What the heck can Britain do to prepare for this thing?

For Britain, the goal is now to draft a deal with the EU that leaves them in the best possible economic situation after Brexit.

Negotiations have been ongoing since July 2017 following the resignation of former PM David Cameron, and the subsequent election of new Conservative leader Theresa May. Discussions at EU HQ in Brussels have centered primarily around Britain’s status in the EU’s single market and customs union, future trade agreements with Europe, and the future residency status of the millions of EU citizens settled in the UK.

Put simply, there are two possible Brexit outcomes: a ‘hard Brexit’ which would see Britain withdraw entirely from the single market and customs union, and a ‘soft Brexit’, where Britain would remain in the single market and/or the customs union. There are many supporters of a harder Brexit that would guarantee more sovereignty and control for Britain, however, with no trade agreement with Europe, many fear that this scenario could spell out economic disaster for Britain.

Nearly every Brexit deal May has proposed has been unanimously rejected by EU officials, and she has subsequently been the target of brutal criticism from her own party, her opposition, and pretty much everyone else on the continent. Even Scottish First Minister Nicola Sturgeon so eloquently stated that May’s handling of Brexit talks has been ‘shambolic, chaotic, and utterly incompetent’. Ouch.

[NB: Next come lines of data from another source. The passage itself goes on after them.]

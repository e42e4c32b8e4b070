"""The acts of the loads room: the permission, the word in the trail and the label in logs, at once."""

from records.kind import Kind

SUBMIT_LOAD = Kind("submit-load", "submitted a load")
REVISE_LOAD = Kind("revise-load", "replaced a load by a revision")
ASSESS_LOAD = Kind("assess-load", "assessed a load again")
PREPARE_LOAD = Kind("prepare-load", "signed a load as prepared")
CONFIRM_LOADING = Kind("confirm-loading", "confirmed a load as loaded")
ACCEPT_LOAD = Kind("accept-load", "accepted a load")
CHANGE_LATE = Kind("change-load-late", "changed an accepted load at the last minute")
WITHDRAW_LOAD = Kind("withdraw-load", "withdrew a load")
DEPART_LOAD = Kind("depart-load", "reported a load as departed")
REMARK_REJECT = Kind("remark-reject", "remarked on a rejected load")
WRITE_NOTE = Kind("write-note", "wrote a note after flight")
TELL_STALE = Kind("tell-stale-load", "told that an accepted load is stale")
FILE_MANIFEST = Kind("file-manifest", "filed a manifest")
RUN_SELF_CHECK = Kind("run-self-check", "had the computer prove itself")
RECHECK_LOADS = Kind("recheck-loads", "had loads computed again against a later figure")
FINISH_RECHECK = Kind("finish-recheck", "filed what loads computed again came to")

KINDS = (
    SUBMIT_LOAD,
    REVISE_LOAD,
    ASSESS_LOAD,
    PREPARE_LOAD,
    CONFIRM_LOADING,
    ACCEPT_LOAD,
    CHANGE_LATE,
    WITHDRAW_LOAD,
    DEPART_LOAD,
    REMARK_REJECT,
    WRITE_NOTE,
    TELL_STALE,
    FILE_MANIFEST,
    RUN_SELF_CHECK,
    RECHECK_LOADS,
    FINISH_RECHECK,
)
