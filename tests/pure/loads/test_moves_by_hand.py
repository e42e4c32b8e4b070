"""The one move that is named to bring a centre of gravity back, by hand, on the invented aircraft of
`round_figures`: 2,200 lb with its pilot, 218,000 lb in, fuel at 100 in: 360, 360, 240, 60 lb and none.
"""

from dataclasses import replace

import pytest

from fleet.basis import Zone
from loads.balance.assess import assess
from loads.balance.declared import read_load
from tests.pure.loads.hand import by_cg
from tests.pure.loads.making import F, limit, place, seat
from tests.pure.loads.round_figures import EMPTY, box, flown, q, round_basis, round_load

ALONE = "no single move does it alone."


def with_places(*arms, aft="100.5", forward=80, **changes):
    """The aircraft with a door at 140 in and other places; nothing farther aft than `aft`."""
    places = (place("DOOR", 140, None), *(place(f"P{at}", arm, None) for at, arm in enumerate(arms)))
    basis = round_basis(box(forward, aft), places=places, **changes)
    one = replace(basis.configurations[0], places=tuple(one.id for one in places))
    return replace(basis, configurations=(one,))


def advice(document, basis):
    return flown(document, basis).check("cg.take-off").what_next


def crate(weight=100, where="DOOR"):
    """An item of cargo, 100 lb at 140 in: without fuel 2,300 lb at 232,000 lb in, 850 too far aft."""
    item = {"kind": "cargo", "what": "crate", "place": where, "weight": q(weight), "how": "weighed"}
    return round_load() | {"items": [item]}


def test_what_is_moved_is_the_least_weight_in_tenths():
    """850 lb in at 10 in are 85 lb; at 60 in 14.1667 lb, rounded up."""
    told = "Move at least 85 lb of cargo from door to p0: a moment of at least 850 lb in, forward."
    assert advice(crate(), with_places(130)) == told

    told = "Move at least 14.2 lb of cargo from door to p1: a moment of at least 850 lb in, forward."
    assert advice(crate(), with_places(130, 80)) == told
    assert advice(crate(), with_places(80, 130)) == told.replace("p1", "p0")


def test_an_item_may_be_moved_whole_and_no_more_than_that():
    """850 lb in at 8.5 in are just 100 lb; at 8.4 in they would be more."""
    told = "Move at least 100 lb of cargo from door to p0: a moment of at least 850 lb in, forward."
    assert advice(crate(), with_places("131.5")) == told

    assert (
        advice(crate(), with_places("131.6")) == f"Change the moment by at least 850 lb in, forward; {ALONE}"
    )


def test_a_weight_of_less_than_a_tenth_is_moved_as_it_is():
    """100.04 lb at 140 in are 0.04 * 39.5 = 1.58 lb in more: 851.58 at 8.5125 in are 100.0387 of them."""
    told = "Move at least 100.1 lb of cargo from door to p0: a moment of at least 851.6 lb in, forward."
    assert advice(crate("100.04"), with_places("131.4875")) == told


def test_of_equal_moves_the_first_is_named():
    told = "Move at least 85 lb of cargo from door to p0: a moment of at least 850 lb in, forward."
    assert advice(crate(), with_places(130, 130)) == told


def test_a_place_at_the_same_arm_or_farther_aft_does_not_help():
    assert advice(crate(), with_places(140)) == f"Change the moment by at least 850 lb in, forward; {ALONE}"
    assert advice(crate(), with_places(150)) == f"Change the moment by at least 850 lb in, forward; {ALONE}"


def test_a_load_too_far_forward_is_moved_aft():
    """100 lb at 80 in: 226,000 lb in without fuel, at 2,300 lb; at 98.8 in, as far forward as may be, 227,240
    and 1,240 more. At take-off only 808 are wanting.
    """
    basis = with_places(80, 100, forward="98.8", aft=120)

    told = "Move at least 20.7 lb of cargo from p0 to door: a moment of at least 1240 lb in, aft."
    assert advice(crate(where="P0"), basis) == told
    only = with_places(80, 80, 70, forward="98.8", aft=120)
    only = replace(only, places=only.places[1:], configurations=(_without_door(only),))
    assert advice(crate(where="P0"), only) == f"Change the moment by at least 1240 lb in, aft; {ALONE}"


def _without_door(basis):
    one = basis.configurations[0]
    return replace(one, places=one.places[1:])


def reseated(arm, *, forward=80, aft="99.5"):
    """One passenger of 200 lb at 110 in, 276,000 lb in at 2,760 lb, 100 in at every fuel; one other seat."""
    basis = round_basis(box(forward, aft))
    seats = (basis.seats[0], seat("S1", 110), seat("S2", arm))
    one = replace(basis.configurations[0], seats=("P", "S1", "S2"))
    return advice(round_load(1), replace(basis, seats=seats, configurations=(one,)))


def test_a_person_is_reseated_where_that_is_just_enough():
    """1,380 lb in are too much with all fuel: 6.9 in at 200 lb."""
    told = "Reseat the passenger from s1 to s2: a moment of at least 1380 lb in, forward."
    assert reseated("103.1") == told
    assert reseated(100) == told
    assert reseated("103.2") == f"Change the moment by at least 1380 lb in, forward; {ALONE}"


@pytest.mark.parametrize(("arm", "named"), [(98, True), ("97.9", False)])
def test_a_person_is_not_reseated_so_far_that_the_other_side_is_broken(arm, named):
    """Without fuel 2,400 lb must stay at 237,600 lb in, 99 in, at least: 2,400 less."""
    assert reseated(arm, forward=99).startswith("Reseat the passenger") is named


@pytest.mark.parametrize(
    ("most", "named"),
    [(85, True), ("84.9", False), (None, True), ("absent", False)],
)
def test_a_place_takes_no_more_than_its_limit(most, named):
    basis = with_places(130)
    places = (basis.places[0], place("P0", 130, most))

    found = advice(crate(), replace(basis, places=places))
    assert found.startswith("Move at least 85 lb") is named


@pytest.mark.parametrize(("most", "named"), [("36.1", True), (36, False)])
def test_what_a_place_holds_already_counts(most, named):
    """15 lb in P0 at 100 in are 7.5 lb in less: 842.5 at 40 in are 21.1 lb more there."""
    basis = with_places(100)
    basis = replace(basis, places=(basis.places[0], place("P0", 100, most)))
    document = crate()
    bag = {"kind": "baggage", "what": "bag", "place": "P0", "weight": q(15), "how": "weighed"}
    document["items"].append(bag)

    found = advice(document, basis)
    assert found.startswith("Move at least 21.1 lb of cargo from door to p0") is named


@pytest.mark.parametrize(
    ("members", "most", "named"),
    [
        (("P0", "P1"), 105, True),
        (("P0", "P1"), "104.9", False),
        (("P0", "P2"), 85, True),
        (("P0", "P2"), "84.9", False),
        (("P1",), 1, True),  # where the item goes is not in it
        (("DOOR", "P0"), 100, True),  # nor is anything added to it by a move within it
        (("P0", "P1"), None, True),
        (("P0", "P1"), "not entered", False),
    ],
)
def test_a_zone_takes_no_more_than_its_limit(members, most, named):
    """20 lb lie in P1, which takes no more, at the aft limit: 85 lb are to be moved, all the same."""
    maximum = None if most == "not entered" else limit(most)
    zone = Zone("FRONT", "front", members, maximum)
    basis = with_places(130, "100.5", 139, zones=(Zone("OTHER", "other", ("P2",), limit(900)), zone))
    full = tuple(place("P1", "100.5", 20) if one.id == "P1" else one for one in basis.places)
    basis = replace(basis, places=full)
    document = crate()
    item = {"kind": "baggage", "what": "bag", "place": "P1", "weight": q(20), "how": "weighed"}
    document["items"].append(item)

    assert advice(document, basis).startswith("Move at least 85 lb of cargo from door to p0") is named


@pytest.mark.parametrize(
    ("start", "end", "named"),
    [(0, 20, False), (0, 13, True), (0, -20, True), (20, 20, True), (12, 14, False)],
)
@pytest.mark.parametrize("limit_of", ["envelope", "by CG"])
def test_a_move_must_leave_the_load_within_its_lateral_limits(start, end, named, limit_of):
    """From 1 in left to 1/2 in right at 2,300 lb without fuel: 85 lb at 20 in are 1,700 lb in, 0.74 in; at
    13 in 0.48. From 20 in to 20 in nothing goes across; there up to 1 in right, for the 100 lb at 0.87 in.
    What lies at 0.52 in already goes no farther.
    """
    basis = with_places(130)
    across = ("-1", F(1, 2)) if start != 20 else (-1, 1)
    places = place("DOOR", 140, None, start), place("P0", 130, None, end)
    if limit_of == "envelope":
        more = {"envelopes": (*basis.envelopes, box(*across, axis="lateral"))}
    else:
        corners = (80, across[0]), (80, across[1]), (120, across[1]), (120, across[0])
        more = {"lateral_by_cg": (by_cg(*corners),)}

    found = advice(crate(), replace(basis, places=places, **more))
    assert found.startswith("Move at least 85 lb of cargo from door to p0") is named


def test_what_hangs_outside_is_not_moved_and_nothing_is_moved_there_or_where_there_is_no_place():
    basis = with_places(130)
    door, hold = basis.places
    alone = f"Change the moment by at least 850 lb in, forward; {ALONE}"

    assert advice(crate(), replace(basis, places=(replace(door, external=True), hold))) == alone
    assert advice(crate(), replace(basis, places=(door, replace(hold, external=True)))) == alone
    without = replace(basis.configurations[0], places=("DOOR",))
    assert advice(crate(), replace(basis, configurations=(without,))) == alone


@pytest.mark.parametrize(("serves", "named"), [("passenger", True), ("either", True), ("crew", False)])
def test_a_passenger_is_reseated_where_the_seat_serves_one(serves, named):
    basis = round_basis(box(80, "99.5"))
    seats = (basis.seats[0], seat("S1", 110), seat("S2", 100, serves=serves))
    one = replace(basis.configurations[0], seats=("P", "S1", "S2"))

    found = advice(round_load(1), replace(basis, seats=seats, configurations=(one,)))
    assert found.startswith("Reseat the passenger from s1 to s2") is named


def test_a_passenger_is_not_reseated_where_somebody_sits():
    basis = round_basis(box(80, "99.5"))
    seats = seat("P", 90), seat("S1", 110)
    one = replace(basis.configurations[0], seats=("P", "S1"))

    assert advice(round_load(1), replace(basis, seats=seats, configurations=(one,))).endswith(ALONE)


def test_a_restraint_goes_with_its_person():
    """220 lb at 110 in: 278,200 lb in at 2,780 lb, 1,590 too many; 7.3 in at 220 lb are 1,606."""
    basis = round_basis(box(80, "99.5"))
    seats = (basis.seats[0], seat("S1", 110), seat("S2", "102.7"))
    one = replace(basis.configurations[0], seats=("P", "S1", "S2"))
    basis = replace(basis, seats=seats, configurations=(one,))
    declared = read_load(round_load(1), basis)
    people = (replace(declared.passengers[0], restraint=F(20)),)

    found = assess(replace(declared, passengers=people), basis, EMPTY).check("cg.take-off").what_next
    assert found == "Reseat the passenger from s1 to s2: a moment of at least 1590 lb in, forward."


def test_the_least_of_moments_and_of_ways_is_enough():
    """At 226,000 lb in and 2,300 lb, half a lb in too far forward; from 80 to 80.5 in that is one pound."""
    basis = with_places(80, "80.5", forward=F(452001, 4600), aft=120)
    last = replace(basis, places=basis.places[1:], configurations=(_without_door(basis),))

    result = flown(crate(where="P0"), last)
    assert result.check("cg.zero-fuel").what_next == (
        "Move at least 1 lb of cargo from p0 to p1: a moment of at least 0.5 lb in, aft."
    )
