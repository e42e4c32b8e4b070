"""A second way along the burn, slow and plain: many points, each computed from nothing but the tables.

It shares nothing with the engine. How much each tank has given is found from the level to which a stage was
drawn; a table is read between two of its rows; the margin is measured along a horizontal line that is cut
with every side of the polygon. All in fractions.
"""

from bisect import bisect_right
from dataclasses import dataclass
from fractions import Fraction
from itertools import pairwise

from tests.pure.loads.oracle import load_inside

F = Fraction


@dataclass(frozen=True)
class Point:
    """The aircraft somewhere on the burn; `moment` is None where a table tells nothing."""

    leg: str
    weight: F
    moment: F | None
    lateral_moment: F


def drawn_down(contents, stages, volume):
    """What each tank holds after a volume was burned: stage by stage, each tank of one giving the same."""
    left = dict(contents)
    for stage in stages:
        held = sorted(left[tank] for tank in stage.tanks)
        gives = min(volume, sum(held))
        volume -= gives
        each, rest = F(0), gives
        for number, amount in enumerate(held):
            share = rest / (len(held) - number)
            each = min(amount, share)
            rest -= each
            if share <= amount:
                each = share
                break
        for tank in stage.tanks:
            left[tank] -= min(left[tank], each)
    return left


def tank_moment(table, volume, density):
    """The moment of a volume, from the two rows it lies between; None where there are none."""
    if not volume:
        return F(0)
    rows = []
    for quantity, value in table.points:
        at = quantity / table.density if table.against == "weight" else quantity
        arm = value
        if table.gives == "moment" and at:
            arm = value / table.density / at
        rows.append((at, arm))
    if not rows[0][0] <= volume <= rows[-1][0]:
        return None
    right = min(bisect_right([at for at, _ in rows], volume), len(rows) - 1)
    (v1, a1), (v2, a2) = rows[right - 1], rows[right]
    part = (volume - v1) / (v2 - v1)
    if table.straight_in == "arm":
        return density * volume * (a1 + part * (a2 - a1))
    first = F(0) if not v1 else v1 * a1
    return density * (first + part * (v2 * a2 - first))


def points_along(declared, basis, dry, samples):
    """Points from engine start to the least fuel, `samples` to a leg, both ends of each among them.

    `dry` is (weight, moment, lateral moment) without any fuel.
    """
    plan = declared.fuel
    ramp = {fuel.tank.id: fuel.usable for fuel in plan.tanks}
    take_off = drawn_down(ramp, basis.taxi_order, plan.taxi / plan.density)
    landing = drawn_down(take_off, basis.burn_order, plan.trip / plan.density)
    spare = max(F(0), sum(landing.values(), F(0)) - plan.minimum_at_landing / plan.density)
    legs = (
        ("taxi", ramp, basis.taxi_order, plan.taxi / plan.density),
        ("flight", take_off, basis.burn_order, plan.trip / plan.density),
        ("reserve", landing, basis.burn_order, spare),
    )
    for leg, contents, stages, burned in legs:
        for number in range(samples + 1):
            yield _point(leg, plan, drawn_down(contents, stages, burned * number / samples), dry)


def _point(leg, plan, contents, dry):
    weight, moment, across = dry
    for fuel in plan.tanks:
        volume = contents[fuel.tank.id] + fuel.trapped
        weight += volume * plan.density
        across += volume * plan.density * fuel.tank.lateral_arm
        of_tank = tank_moment(fuel.tank.table, volume, plan.density)
        moment = None if moment is None or of_tank is None else moment + of_tank
    return Point(leg, weight, moment, across)


def margin(weight, moment, polygon, plane):
    """The way along the arm to the nearer edge, below 0 outside; None where the polygon has no part.

    At the very weight of a corner it is None, too: there the line would touch, not cut.
    """
    if any(y == weight for _, y in polygon):
        return None
    crossed = []
    for (x1, y1), (x2, y2) in zip(polygon, (*polygon[1:], polygon[0]), strict=True):
        if (y1 - weight) * (y2 - weight) < 0:
            x = x1 + (x2 - x1) * (weight - y1) / (y2 - y1)
            crossed.append(x if plane == "arm" else x / weight)
    crossed.sort()
    arm = moment / weight
    ways = [min(arm - low, high - arm) for low, high in zip(crossed[::2], crossed[1::2], strict=True)]
    return max(ways, default=None)


def holds(point, moment, polygon, plane):
    return load_inside(point.weight, moment, polygon, plane)


# Which envelopes hold on which leg, written down once more.
PHASES_OF = {"taxi": ("ramp",), "flight": ("take-off",), "reserve": ("take-off", "landing")}


def sampled(declared, basis, dry, axis, samples):
    """All samples of one axis: (inside, margin or None), per envelope and leg in the order of flight."""
    runs = []
    points = list(points_along(declared, basis, dry, samples))
    for envelope in basis.envelopes:
        if envelope.axis != axis:
            continue
        for leg, phases in PHASES_OF.items():
            if not set(phases) & set(envelope.phases):
                continue
            run = []
            for point in points:
                moment = point.moment if axis == "longitudinal" else point.lateral_moment
                if point.leg == leg and moment is not None:
                    inside = holds(point, moment, envelope.points, envelope.plane)
                    run.append((inside, margin(point.weight, moment, envelope.points, envelope.plane)))
            runs.append(run)
    return runs


def assert_as_sampled(check, runs):
    """No sample is worse than the check, one is as bad within the steps of sampling, outside is outside."""
    samples = [sample for run in runs for sample in run]
    if not all(inside for inside, _ in samples):
        assert check.outcome == "fail"
    if check.outcome in ("pass", "unresolved"):
        assert all(inside for inside, _ in samples)
    margins = [margin for _, margin in samples if margin is not None]
    if check.room is None or not margins:
        return
    assert min(margins) >= check.room
    steps = [
        abs(one[1] - other[1])
        for run in runs
        for one, other in pairwise(run)
        if one[1] is not None and other[1] is not None
    ]
    assert min(margins) - check.room <= 2 * max(steps, default=F(0)) + F(1, 1000)
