"""Ends every session of whoever acts, wherever they are signed in."""

from django.db.models import F

from fleet import acts
from fleet.models import Person
from records.act import act
from records.actor import Actor
from records.refusal import NotAllowed


def end_sessions(actor: Actor, person: Person) -> Person:
    """This function will end every session of the person acting; tokens serve on. Raises NotAllowed.

    Each session carries a digest of the series of its day, so none of them is looked for.
    """
    if actor.person != person.pk:
        raise NotAllowed("own-sessions-only", "A person ends their own sessions only.")
    with act(acts.END_SESSIONS, by=actor, about=f"person:{person.pk}"):
        Person.objects.filter(pk=person.pk).update(session_series=F("session_series") + 1)
    person.refresh_from_db()
    return person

As negotiations stagnate, it’s beginning to look like Britain is headed for a no-deal, hard Brexit – however, this is all speculation until May produces a plan in the coming months to appease both sides of the deal. That’s a big ‘if’.

What does this mean for Canada and the rest of the world?

Are Britons likely to flock to Canada in hoards the way it was speculated Americans would after the election of the 45th? Unlikely. Will this have implications on trade, immigration and international policy agreements between Canada and our coloniser? Almost definitely.

With Britain potentially headed for a no-deal Brexit, the rest of the world is scrambling – even the IMF is sh*tting it, calling it ‘one of the biggest financial risks facing the global economy’.

Fortunately, Brexit’s impact on Canada will be minimal. The terms and conditions of the Canada-UK trade relationship are likely to remain quite similar. That’s good news, considering that we export approximately $16 billion in goods to the UK every year – 60.6% of which are metals and minerals. The UK is our third largest trading partner – right behind the US and China.

Brexit also poses a unique opportunity for Canada to pursue a modern trade agreement with Britain. Prime Minister Justin Trudeau has stated his openness in working with the UK on a brand-new, ‘more impactful’ trade deal, which will likely be built from Canada’s Comprehensive Economic Trade Agreement, which is our deal with the EU.

Until then, Btchcoin will keep you updated on Brexit in our biweekly newsletters. And if you’re having a rough week, just remember, at least you’re not Theresa May.